Despite his multiple abscondments from escorted leave and Alan’s own serious reservations, Christopher was granted unescorted leave in November 2017. Alan had expressed to staff several times during visits to the hospital that it was too early in Christopher’s rehabilitation for him to be granted unescorted leave, but was told it was all part of the recovery process. Eventually, Alan accepted their response, but registered his wish that Christopher be closely monitored.

On 11 January 2018, plans were put in place to increase Christopher’s unescorted leave, in spite of an incident involving an altercation with another patient.

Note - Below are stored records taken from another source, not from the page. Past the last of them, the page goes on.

// TestDetailFromIsDetail: DetailFrom, given the point's flight side and
// one Detail reused from point to point (a stale field would show), writes
// what Detail returns but the cautions, at inside and outside points.
func TestDetailFromIsDetail(t *testing.T) {
	onTestMaps(t, func(m *Map) {
		g, f := m.Grid, m.Facility
		var got Detail
		for i := 0; i < g.Rows(); i++ {
			for j := 0; j < g.Cols(); j++ {
				want, err := m.Detail(i, j)
				if err != nil {
					t.Fatal(err)
				}
				fd, err := g.FlightDetail(i, j)
				if err != nil {
					t.Fatal(err)
				}
				m.DetailFrom(&got, &fd, i, j)
				want.Cautions = nil
				if !reflect.DeepEqual(got, want) {
					t.Fatalf("%s (%d,%d): DetailFrom\n%+v\nwant Detail without cautions\n%+v", f.Name, i, j, got, want)
				}
			}
		}
	})
}

// TestReynoldsRange: the reachable range at a test Mach number runs from
// P0Min at T0Max up to the best setting.
func TestReynoldsRange(t *testing.T) {
	g, err := NewGrid(testTransport(), testSettings())
	if err != nil {
		t.Fatal(err)
	}
	f := classTunnel()
	m, err := Solve(g, &f, testSettings())
	if err != nil {
		t.Fatal(err)
	}
	lo, hi, ok := m.ReynoldsRange(0.7)
	sv := m.sv.(*gasSolver)
	c := sv.bounds(0.7)
	top, _ := sv.best(&c)
	best := top.re
	if !ok || relErr(hi, best) > exactTol || relErr(lo, sv.reAt(&c, f.Gas.P0Min, f.Gas.T0Max)) > exactTol || !(lo < hi) {
		t.Errorf("ReynoldsRange(0.7) = %v, %v, %v; want P0Min/T0Max Re up to the best %v", lo, hi, ok, best)
	}
	if _, _, ok := m.ReynoldsRange(0.95); ok {
		t.Error("ReynoldsRange above the Mach range: want ok false")
	}
}

// TestEveryClassOnAMap: over the test transport's envelope, the class
// tunnel (top Mach number cut to 0.85) at scale 0.05 shows every class.
func TestEveryClassOnAMap(t *testing.T) {
	g, err := NewGrid(testTransport(), testSettings())
	if err != nil {
		t.Fatal(err)
	}
	f := classTunnel()
	f.Gas.MachMax = 0.85
	s := testSettings()
	s.Scale = 0.05
	m, err := Solve(g, &f, s)
	if err != nil {
		t.Fatal(err)
	}
	sh := m.Shares()
	for c := Class(0); int(c) < NumClasses; c++ {
		if sh.Count[c] == 0 {
			t.Errorf("no point classed %v (shares %+v)", c, sh)
		}
	}
}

Around this time, Christopher had also expressed a desire to throw himself off a bridge.

On Tuesday 23 January, Christopher rang Alan in a state of agitation. He was in a bad mood, irritable, and expressed his intention to run away. Alan called Dr Taylor, the Consultant Rehabilitation Psychiatrist overseeing Christopher’s care, and immediately wrote a letter to the hospital informing them of his conversation with Christopher. He said he thought it inadvisable to allow Christopher overnight leave. Christopher’s psychiatrist said his mood and irritability might indicate that one of his medications, methadone, was being reduced too quickly. He was also on a new medication, which she said may cause changes to his mental state. Both Dr Taylor and the Trust have since denied that Alan called or that they received a letter.

On Thursday 25 January, Christopher had a period of unescorted leave accompanied by his mother. On his return, he was reported to be in a cheerful mood, and so hospital staff were happy to grant him further unescorted leave the following day. In the morning, he took unescorted ground leave and went for a walk in the hospital grounds. That afternoon, he requested and was granted two hours of unescorted community leave to visit the local shops. When he had not returned within the allotted time, the hospital notified the police. Christopher’s body was found two days later on 28 January 2018, at a friend’s flat in Weston-super-Mare. He had suffered a fatal overdose.

Madeline Seibert

Madeline Seibert, Head of Medical Negligence

Speaking after the Inquest, Madeline Seibert, Partner and Head of our Medical Negligence department, said that Christopher’s family had always believed there to be failings in his care at Blackberry Hill hospital that needed to be accounted for. She said, “Christopher’s father registered his concern about Christopher being granted unescorted leave in January 2018 from Blackberry Hill hospital, which had assumed responsibility for his safety and welfare, in light of his history of drug abuse and the recent changes in his mental state and medication. The family wanted to know why Christopher continued to be permitted unescorted leave into the local community when they thought he was vulnerable and a risk to himself. His methadone and clozapine medications were being reduced in addition to the introduction of a new drug. The Trust was aware that the medication changes may elicit changes in his mental state. The family saw failures in Christopher’s care at the hospital which contributed to the circumstances enabling him to abscond, and to his subsequent death.”

Following the announcement of the verdict, Christopher’s family said they were pleased that the Jury had recognised their concerns. Alan said “I told Chris’s doctor that I didn’t think that unescorted leave was the right thing for Christopher, and I felt that nobody was listening to me. I keep thinking that if he hadn’t been allowed to leave the hospital unescorted, my son might still be alive today.”